§ **What needs to be done**:
Copy out, from the entries below, each line holding the string "compareManyRequest".

[Collected data]
-*-*-

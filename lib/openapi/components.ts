import type { SchemaObject } from 'openapi3-ts/oas31';
import { z } from 'zod';
import { chainStep, comparedMap, comparedPart, compareAnswer, compareRequest, evidence } from '@/lib/contracts/compare';
import { compareManyAnswer, compareManyItem, compareManyRequest } from '@/lib/contracts/compare-many';
import { healthAnswer } from '@/lib/contracts/health';
import { derivationStep, normalizeAnswer, normalizedPart, normalizeRequest } from '@/lib/contracts/normalize';
import { openApiAnswer } from '@/lib/contracts/openapi';
import { problem } from '@/lib/contracts/problem';
import { residueAnswer, residuesAnswer, residuesRequest } from '@/lib/contracts/residues';
import { fieldAnswer, typeset } from '@/lib/contracts/typeset';

/** The schemas that have a name in the document; wherever one occurs in another it is referred to. */
const named: Readonly<Record<string, z.ZodType>> = {
  Typeset: typeset,
  Field: fieldAnswer,
  Problem: problem,
  NormalizeRequest: normalizeRequest,
  NormalizeAnswer: normalizeAnswer,
  NormalizedPart: normalizedPart,
  DerivationStep: derivationStep,
  CompareRequest: compareRequest,
  CompareAnswer: compareAnswer,
  ComparedPart: comparedPart,
  ComparedMap: comparedMap,
  Evidence: evidence,
  ChainStep: chainStep,
  CompareManyRequest: compareManyRequest,
  CompareManyAnswer: compareManyAnswer,
  CompareManyItem: compareManyItem,
  ResiduesRequest: residuesRequest,
  ResiduesAnswer: residuesAnswer,
  Residue: residueAnswer,
  Health: healthAnswer,
  OpenApiDocument: openApiAnswer,
};

export const reference = (name: string): string => `#/components/schemas/${name}`;

/** The name under which a schema stands in the document. Throws when it has none. */
export function nameOf(schema: z.ZodType): string {
  const found = Object.entries(named).find(([, candidate]) => candidate === schema);
  if (found === undefined) throw new Error('A contract uses a schema that the document does not name.');
  return found[0];
}

/** The named schemas as JSON Schema 2020-12, the dialect of OpenAPI 3.1. */
export function componentSchemas(): Record<string, SchemaObject> {
  const registry = z.registry<{ id: string }>();
  for (const [id, schema] of Object.entries(named)) registry.add(schema, { id });
  const { schemas } = z.toJSONSchema(registry, { uri: reference });
  return Object.fromEntries(
    Object.entries(schemas).map(([name, schema]) => {
      const { $schema: _dialect, $id: _id, ...rest } = schema;
      // JSON Schema 2020-12 is what OpenAPI 3.1 calls a schema object; the two packages type it apart.
      return [name, rest as SchemaObject];
    }),
  );
}
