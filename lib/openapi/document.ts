import {
  OpenApiBuilder,
  type HeadersObject,
  type OpenAPIObject,
  type OperationObject,
  type ParameterObject,
  type ResponseObject,
  type SchemaObject,
} from 'openapi3-ts/oas31';
import { z } from 'zod';
import type { AnyContract, Example } from '@/lib/contracts/contract';
import { apiVersion } from '@/lib/contracts/openapi';
import { type ProblemCode, problemKinds } from '@/lib/contracts/problem';
import { roleMay, ruleOf } from '@/lib/permissions';
import { componentSchemas, nameOf, reference } from './components';
import { contracts } from './contracts';

/** Problems that any call can meet. */
const everyCall: readonly ProblemCode[] = ['unauthenticated', 'method', 'internal'];
/** Problems that any call with a body can meet. */
const withBody: readonly ProblemCode[] = ['unreadable-json', 'too-large', 'content-type'];
/** Problems that any call which counts towards the quota can meet. */
const counted: readonly ProblemCode[] = ['quota', 'database'];

/** The OpenAPI 3.1 document, made from the contracts and nothing else. */
export function openApiDocument(): OpenAPIObject {
  const builder = OpenApiBuilder.create()
    .addOpenApiVersion('3.1.0')
    .addInfo({
      title: 'Quadrel',
      version: apiVersion,
      description:
        'Milnor–Witt K-theory over REST: canonical forms, decided equalities and residues, and the register of a group. JSON in and out; what cannot be answered comes back as a problem document (RFC 9457). Computations need no account below a quota for each address; the register needs a token.',
    })
    .addServer({ url: '/' })
    .addSecurityScheme('token', {
      type: 'http',
      scheme: 'bearer',
      description: 'A token that a member makes on the account page, for one group and with scopes.',
    });
  for (const [name, schema] of Object.entries(componentSchemas())) builder.addSchema(name, schema);
  for (const contract of contracts)
    builder.addPath(contract.path, { [contract.method.toLowerCase()]: operation(contract) });
  return builder.getSpec();
}

function operation(contract: AnyContract): OperationObject {
  const { request } = contract;
  return {
    operationId: contract.operation,
    summary: contract.summary,
    description: `${contract.description}${needs(contract)}`,
    security: [...(roleMay('visitor', contract.permission) ? [{}] : []), { token: [] }],
    ...(parameters(contract).length === 0 ? {} : { parameters: parameters(contract) }),
    ...(request === undefined
      ? {}
      : {
          requestBody: {
            required: true,
            content: {
              'application/json': {
                schema: { $ref: reference(nameOf(request)) },
                examples: examples(contract.examples, 'request'),
              },
            },
          },
        }),
    responses: { [contract.success ?? 200]: success(contract), ...declines(contract) },
  };
}

/** What a token needs for the call, in a sentence. */
function needs({ permission }: AnyContract): string {
  const { from, scope } = ruleOf(permission);
  const role = from === 'visitor' ? '' : ` Whoever asks must be ${from === 'author' ? 'an' : 'a'} ${from} or more.`;
  return scope === 'any' || scope === 'none' ? role : `${role} A token needs the scope \`${scope}\`.`;
}

function parameters({ params, query, idempotent }: AnyContract): ParameterObject[] {
  const key: ParameterObject = {
    name: 'Idempotency-Key',
    in: 'header',
    description: 'A word of the caller for this request: sent again with the same key, it makes nothing new.',
    schema: { type: 'string', minLength: 1, maxLength: 200 },
  };
  return [
    ...(params === undefined ? [] : parametersOf(params, 'path')),
    ...(query === undefined ? [] : parametersOf(query, 'query')),
    ...(idempotent === true ? [key] : []),
  ];
}

function parametersOf(schema: z.ZodObject, place: 'path' | 'query'): ParameterObject[] {
  const { properties = {}, required = [] } = z.toJSONSchema(schema, { io: 'input' });
  return Object.entries(properties).map(([name, property]) => {
    const { description, ...rest } = property as SchemaObject;
    return { name, in: place, required: required.includes(name), description, schema: rest };
  });
}

const success = (contract: AnyContract): ResponseObject => ({
  description: contract.summary,
  headers: { ...requestIdHeader, ...(isCounted(contract) ? quotaHeaders : {}) },
  content: {
    'application/json': {
      schema: { $ref: reference(nameOf(contract.answer)) },
      examples: examples(contract.examples, 'answer'),
    },
    ...Object.fromEntries(
      Object.values(contract.files ?? {}).map((media) => [media, { schema: { type: 'string' as const } }]),
    ),
  },
});

const examples = (all: readonly Example[], side: 'request' | 'answer') =>
  Object.fromEntries(all.map((example) => [example.name, { summary: example.summary, value: example[side] }]));

/** Everything but what says how the service or the token is counts towards the quota. */
const isCounted = ({ permission }: AnyContract): boolean =>
  permission !== 'service-state' && permission !== 'token-state';

/** Whether a caller who is known may lack what the call needs. */
const canBeForbidden = ({ permission }: AnyContract): boolean =>
  ruleOf(permission).scope !== 'any' || !roleMay('reader', permission);

/** One response for each status, its description listing every problem of that status. */
function declines(contract: AnyContract): Record<string, ResponseObject> {
  const codes = new Set<ProblemCode>([
    ...everyCall,
    ...(contract.request === undefined ? [] : withBody),
    ...(isCounted(contract) ? counted : []),
    ...(canBeForbidden(contract) ? (['forbidden'] as const) : []),
    ...contract.problems,
  ]);
  const byStatus: Record<string, ProblemCode[]> = {};
  for (const code of codes) (byStatus[problemKinds[code].status] ??= []).push(code);
  return Object.fromEntries(
    Object.entries(byStatus).map(([status, kinds]) => [
      status,
      {
        description: kinds.map((code) => `\`${code}\`: ${problemKinds[code].about}`).join('\n\n'),
        headers: { ...requestIdHeader, ...declineHeaders(status) },
        content: { 'application/problem+json': { schema: { $ref: reference('Problem') } } },
      },
    ]),
  );
}

const header = (description: string, type: 'string' | 'integer') => ({ description, schema: { type } }) as const;

const requestIdHeader = { 'X-Request-Id': header('Id of the request: the one sent, or a new one.', 'string') };

const quotaHeaders = {
  'RateLimit-Limit': header(
    'Questions an address, or a token, has in a minute; absent when there is no quota.',
    'integer',
  ),
  'RateLimit-Remaining': header('How many of them are left.', 'integer'),
  'RateLimit-Reset': header('Seconds until all of them are there again.', 'integer'),
};

function declineHeaders(status: string): HeadersObject {
  if (status === '401') return { 'WWW-Authenticate': header('Bearer.', 'string') };
  if (status === '405') return { Allow: header('The methods that answer.', 'string') };
  if (status === '429' || status === '503') return { 'Retry-After': header('Seconds to wait.', 'integer') };
  return {};
}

-*-*-

§ **Solution below**:
import { compareManyAnswer, compareManyItem, compareManyRequest } from '@/lib/contracts/compare-many';
  CompareManyRequest: compareManyRequest,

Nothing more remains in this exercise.